### DIRECTIONS FOR THIS TASK
This task is to restate all of the entries exactly.

### RECORD SET
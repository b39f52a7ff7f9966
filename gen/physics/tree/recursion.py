"""Tree amplitudes by off-shell recursion (Berends & Giele, Nucl. Phys. B306 (1988) 759), for any
model file: currents over subsets of the external legs, vectorized over phase-space points.

Every leg is treated as incoming: an outgoing particle is the incoming antiparticle with its
momentum reversed, and its external state is the conjugate one (u-bar, v, eps*). A current of a
subset S of legs is the sum of all tree diagrams joining the legs of S and one off-shell line,
with the propagator of that line; its label is the particle it is as an incoming leg of the rest
of the diagram. Currents of two or more smaller subsets (one fewer than the vertex has legs) are
joined at every vertex of the model that takes their labels; the amplitude joins the current of
all legs but the last with the last leg's external state.

Currents (component-major, points last):

- ``col``: a Dirac column (4, N), the line of an incoming fermion or an outgoing antifermion;
- ``row``: a Dirac row (4, N), the line of an outgoing fermion or an incoming antifermion;
- ``vec``: a vector J^mu (4, N), upper index; ``sca``: a scalar (1, N).

Colour rides along as extra axes between the Lorentz axis and the points: none for singlets, a
triplet (D,) for quark lines, a D x D matrix G = G^a t^a for gluons (Tr t^a t^b = delta/2), so that
f^abc X^a Y^b t^c = -i [X, Y] and the quark-gluon vertex is a matrix product (Peskin & Schroeder
(1995), eq. (16.10) and appendix A, in the convention of the model file). With D = 3 and the
Fierz term -delta/(2N) of the gluon the colour is exact SU(3); the leading-colour mode (D = the
number of colour lines, no Fierz term, every line a label of its own) gives the colour-flow
amplitudes from which an event's colour flow is drawn (Maltoni, Paul, Stelzer & Willenbrock,
Phys. Rev. D 67 (2003) 014026).

Fermion signs: each diagram carries the parity of the order in which its external fermions are
met along its lines (the open end first, then each closed line as its row end and its column
end), against their order as legs; joining two currents multiplies by the parity of interleaving
their sorted fermion legs, the fermion-type (the row one, when a row and a column close a line)
taken first. The sign of the whole amplitude is common to all diagrams and drops out of |M|^2.
"""

from __future__ import annotations

import itertools
from collections import defaultdict
from collections.abc import Mapping, Sequence
from dataclasses import dataclass

import numpy as np

from ..particles import antiparticle, species
from . import external
from .model import NumericVertex

__all__ = ["Leg", "Recursion", "kind_of", "mdot"]

METRIC = np.array([1.0, -1.0, -1.0, -1.0])


def kind_of(name: str) -> str:
    sp = species(name)
    if sp.spin2 == 1:
        return "col" if sp.pdg > 0 else "row"
    return "vec" if sp.spin2 == 2 else "sca"


def mdot(a, b):
    """Minkowski product over the first axis (any colour axes and points after it broadcast)."""
    return a[0] * b[0] - a[1] * b[1] - a[2] * b[2] - a[3] * b[3]


def _lower(v):
    """v_mu: the metric applied to the first axis."""
    return v * METRIC.reshape((4,) + (1,) * (v.ndim - 1))


def _sigma_dot(v):
    """The 2x2 blocks (v.sigma, v.sigmabar) of a four-vector v (4, ...) as (2, 2, ...) arrays,
    v.sigma = v^0 - v.vec(sigma), v.sigmabar = v^0 + v.vec(sigma)."""
    v0, v1, v2, v3 = v[0], v[1], v[2], v[3]
    s = np.empty((2, 2) + np.shape(v0), complex)
    sb = np.empty_like(s)
    np.subtract(v0, v3, out=s[0, 0])
    np.add(v0, v3, out=s[1, 1])
    np.subtract(v1, 1j * v2, out=sb[0, 1])
    np.add(v1, 1j * v2, out=sb[1, 0])
    sb[0, 0], sb[1, 1] = s[1, 1], s[0, 0]
    np.negative(sb[0, 1], out=s[0, 1])
    np.negative(sb[1, 0], out=s[1, 0])
    return s, sb


def _mat_col(m, x):
    """(m x)_i = m_ij x_j for 2x2 blocks m (2, 2, ...) and two-spinors x (2, ...)."""
    return np.stack([m[0, 0] * x[0] + m[0, 1] * x[1], m[1, 0] * x[0] + m[1, 1] * x[1]])


def _row_mat(x, m):
    """(x m)_j = x_i m_ij."""
    return np.stack([x[0] * m[0, 0] + x[1] * m[1, 0], x[0] * m[0, 1] + x[1] * m[1, 1]])


def _slash_col(p, psi):
    """pslash psi for a column (4, ...) and p (4, ...)."""
    s, sb = _sigma_dot(p)
    return np.concatenate([_mat_col(s, psi[2:]), _mat_col(sb, psi[:2])])


def _row_slash(chi, p):
    """chibar pslash for a row (4, ...)."""
    s, sb = _sigma_dot(p)
    return np.concatenate([_row_mat(chi[2:], sb), _row_mat(chi[:2], s)])


@dataclass(frozen=True)
class Leg:
    """An external particle: its name, whether incoming, its mass (GeV) and its helicities."""

    name: str
    incoming: bool
    mass: float

    @property
    def label(self) -> str:
        """The leg as an incoming particle."""
        return self.name if self.incoming else antiparticle(self.name)

    @property
    def kind(self) -> str:
        return kind_of(self.label)

    @property
    def helicities(self) -> tuple[int, ...]:
        s2 = species(self.name).spin2
        if s2 == 0:
            return (0,)
        if s2 == 2:
            return (-1, 0, 1) if self.mass > 0 else (-1, 1)
        return (-1, 1)

    @property
    def colour(self) -> int:
        """The colour representation of the leg as incoming: 1, 3 (a column), -3 (a row) or 8."""
        return species(self.label).colour


# --- colour helpers ------------------------------------------------------------------------------

def _mm(a, b):
    """Matrix product over the colour axes of gluon values (..., D, D, N) -- the two axes before N --
    broadcasting over the leading axes."""
    d = a.shape[-2]
    out = a[..., :, 0:1, :] * b[..., 0:1, :, :]
    for j in range(1, d):
        out = out + a[..., :, j:j + 1, :] * b[..., j:j + 1, :, :]
    return out


def _contract(x, z):
    """sum_mu g_mu x^mu z^mu as a colour-matrix product (Lorentz axis first)."""
    return (_mm(x, z) * METRIC.reshape((4,) + (1,) * (x.ndim - 1))).sum(axis=0)


def _sandwich(x, y, z):
    """[sigma] sum_mu g_mu x^mu y^sigma z^mu."""
    xy = _mm(x[:, None], y[None, :])  # (mu, sigma, ...)
    t = _mm(xy, z[:, None])
    return (t * METRIC.reshape((4,) + (1,) * (t.ndim - 1))).sum(axis=0)


def _comm(a, b):
    return _mm(a, b) - _mm(b, a)


# --- the recursion -------------------------------------------------------------------------------

@dataclass(frozen=True)
class _Join:
    parts: tuple[int, ...]  # subset masks of the inputs, in the vertex's slot order (output slot left out)
    labels: tuple[str, ...]
    vertex: NumericVertex
    slots: tuple[int, ...]  # vertex slot of each input
    out_slot: int
    sign: int


def _split(mask: int, k: int):
    """The partitions of a mask into exactly k non-empty parts, the first holding its lowest bit."""
    if k == 1:
        yield (mask,)
        return
    low = mask & -mask
    rest = mask ^ low
    sub = rest
    while True:
        a = low | sub
        b = mask ^ a
        if bin(b).count("1") >= k - 1:
            for tail in _split(b, k - 1):
                yield (a,) + tail
        if sub == 0:
            break
        sub = (sub - 1) & rest


def _fermion_legs(mask: int, fermions: frozenset[int]) -> list[int]:
    return [i for i in range(mask.bit_length()) if mask >> i & 1 and i in fermions]


def _interleave_sign(first: Sequence[int], second: Sequence[int]) -> int:
    """Parity of sorting the concatenation first + second (each sorted)."""
    inv = sum(1 for i in first for j in second if i > j)
    return -1 if inv % 2 else 1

### SOLVED EXERCISE
repository b39f52a7ff7f9966
filename gen/physics/tree/recursion.py
"""Tree amplitudes by off-shell recursion (Berends & Giele, Nucl. Phys. B306 (1988) 759), for any
model file: currents over subsets of the external legs, vectorized over phase-space points.

Every leg is treated as incoming: an outgoing particle is the incoming antiparticle with its
momentum reversed, and its external state is the conjugate one (u-bar, v, eps*). A current of a
subset S of legs is the sum of all tree diagrams joining the legs of S and one off-shell line,
with the propagator of that line; its label is the particle it is as an incoming leg of the rest
of the diagram. Currents of two or more smaller subsets (one fewer than the vertex has legs) are
joined at every vertex of the model that takes their labels; the amplitude joins the current of
all legs but the last with the last leg's external state.

Currents (component-major, points last):

- ``col``: a Dirac column (4, N), the line of an incoming fermion or an outgoing antifermion;
- ``row``: a Dirac row (4, N), the line of an outgoing fermion or an incoming antifermion;
- ``vec``: a vector J^mu (4, N), upper index; ``sca``: a scalar (1, N).

Colour rides along as extra axes between the Lorentz axis and the points: none for singlets, a
triplet (D,) for quark lines, a D x D matrix G = G^a t^a for gluons (Tr t^a t^b = delta/2), so that
f^abc X^a Y^b t^c = -i [X, Y] and the quark-gluon vertex is a matrix product (Peskin & Schroeder
(1995), eq. (16.10) and appendix A, in the convention of the model file). With D = 3 and the
Fierz term -delta/(2N) of the gluon the colour is exact SU(3); the leading-colour mode (D = the
number of colour lines, no Fierz term, every line a label of its own) gives the colour-flow
amplitudes from which an event's colour flow is drawn (Maltoni, Paul, Stelzer & Willenbrock,
Phys. Rev. D 67 (2003) 014026).

Fermion signs: each diagram carries the parity of the order in which its external fermions are
met along its lines (the open end first, then each closed line as its row end and its column
end), against their order as legs; joining two currents multiplies by the parity of interleaving
their sorted fermion legs, the fermion-type (the row one, when a row and a column close a line)
taken first. The sign of the whole amplitude is common to all diagrams and drops out of |M|^2.
"""

from __future__ import annotations

import itertools
from collections import defaultdict
from collections.abc import Mapping, Sequence
from dataclasses import dataclass

import numpy as np

from ..particles import antiparticle, species
from . import external
from .model import NumericVertex

__all__ = ["Leg", "Recursion", "kind_of", "mdot"]

METRIC = np.array([1.0, -1.0, -1.0, -1.0])


def kind_of(name: str) -> str:
    sp = species(name)
    if sp.spin2 == 1:
        return "col" if sp.pdg > 0 else "row"
    return "vec" if sp.spin2 == 2 else "sca"


def mdot(a, b):
    """Minkowski product over the first axis (any colour axes and points after it broadcast)."""
    return a[0] * b[0] - a[1] * b[1] - a[2] * b[2] - a[3] * b[3]


def _lower(v):
    """v_mu: the metric applied to the first axis."""
    return v * METRIC.reshape((4,) + (1,) * (v.ndim - 1))


def _sigma_dot(v):
    """The 2x2 blocks (v.sigma, v.sigmabar) of a four-vector v (4, ...) as (2, 2, ...) arrays,
    v.sigma = v^0 - v.vec(sigma), v.sigmabar = v^0 + v.vec(sigma)."""
    v0, v1, v2, v3 = v[0], v[1], v[2], v[3]
    s = np.empty((2, 2) + np.shape(v0), complex)
    sb = np.empty_like(s)
    np.subtract(v0, v3, out=s[0, 0])
    np.add(v0, v3, out=s[1, 1])
    np.subtract(v1, 1j * v2, out=sb[0, 1])
    np.add(v1, 1j * v2, out=sb[1, 0])
    sb[0, 0], sb[1, 1] = s[1, 1], s[0, 0]
    np.negative(sb[0, 1], out=s[0, 1])
    np.negative(sb[1, 0], out=s[1, 0])
    return s, sb


def _mat_col(m, x):
    """(m x)_i = m_ij x_j for 2x2 blocks m (2, 2, ...) and two-spinors x (2, ...)."""
    return np.stack([m[0, 0] * x[0] + m[0, 1] * x[1], m[1, 0] * x[0] + m[1, 1] * x[1]])


def _row_mat(x, m):
    """(x m)_j = x_i m_ij."""
    return np.stack([x[0] * m[0, 0] + x[1] * m[1, 0], x[0] * m[0, 1] + x[1] * m[1, 1]])


def _slash_col(p, psi):
    """pslash psi for a column (4, ...) and p (4, ...)."""
    s, sb = _sigma_dot(p)
    return np.concatenate([_mat_col(s, psi[2:]), _mat_col(sb, psi[:2])])


def _row_slash(chi, p):
    """chibar pslash for a row (4, ...)."""
    s, sb = _sigma_dot(p)
    return np.concatenate([_row_mat(chi[2:], sb), _row_mat(chi[:2], s)])


@dataclass(frozen=True)
class Leg:
    """An external particle: its name, whether incoming, its mass (GeV) and its helicities."""

    name: str
    incoming: bool
    mass: float

    @property
    def label(self) -> str:
        """The leg as an incoming particle."""
        return self.name if self.incoming else antiparticle(self.name)

    @property
    def kind(self) -> str:
        return kind_of(self.label)

    @property
    def helicities(self) -> tuple[int, ...]:
        s2 = species(self.name).spin2
        if s2 == 0:
            return (0,)
        if s2 == 2:
            return (-1, 0, 1) if self.mass > 0 else (-1, 1)
        return (-1, 1)

    @property
    def colour(self) -> int:
        """The colour representation of the leg as incoming: 1, 3 (a column), -3 (a row) or 8."""
        return species(self.label).colour


# --- colour helpers ------------------------------------------------------------------------------

def _mm(a, b):
    """Matrix product over the colour axes of gluon values (..., D, D, N) -- the two axes before N --
    broadcasting over the leading axes."""
    d = a.shape[-2]
    out = a[..., :, 0:1, :] * b[..., 0:1, :, :]
    for j in range(1, d):
        out = out + a[..., :, j:j + 1, :] * b[..., j:j + 1, :, :]
    return out


def _contract(x, z):
    """sum_mu g_mu x^mu z^mu as a colour-matrix product (Lorentz axis first)."""
    return (_mm(x, z) * METRIC.reshape((4,) + (1,) * (x.ndim - 1))).sum(axis=0)


def _sandwich(x, y, z):
    """[sigma] sum_mu g_mu x^mu y^sigma z^mu."""
    xy = _mm(x[:, None], y[None, :])  # (mu, sigma, ...)
    t = _mm(xy, z[:, None])
    return (t * METRIC.reshape((4,) + (1,) * (t.ndim - 1))).sum(axis=0)


def _comm(a, b):
    return _mm(a, b) - _mm(b, a)


# --- the recursion -------------------------------------------------------------------------------

@dataclass(frozen=True)
class _Join:
    parts: tuple[int, ...]  # subset masks of the inputs, in the vertex's slot order (output slot left out)
    labels: tuple[str, ...]
    vertex: NumericVertex
    slots: tuple[int, ...]  # vertex slot of each input
    out_slot: int
    sign: int


def _split(mask: int, k: int):
    """The partitions of a mask into exactly k non-empty parts, the first holding its lowest bit."""
    if k == 1:
        yield (mask,)
        return
    low = mask & -mask
    rest = mask ^ low
    sub = rest
    while True:
        a = low | sub
        b = mask ^ a
        if bin(b).count("1") >= k - 1:
            for tail in _split(b, k - 1):
                yield (a,) + tail
        if sub == 0:
            break
        sub = (sub - 1) & rest


def _fermion_legs(mask: int, fermions: frozenset[int]) -> list[int]:
    return [i for i in range(mask.bit_length()) if mask >> i & 1 and i in fermions]


def _interleave_sign(first: Sequence[int], second: Sequence[int]) -> int:
    """Parity of sorting the concatenation first + second (each sorted)."""
    inv = sum(1 for i in first for j in second if i > j)
    return -1 if inv % 2 else 1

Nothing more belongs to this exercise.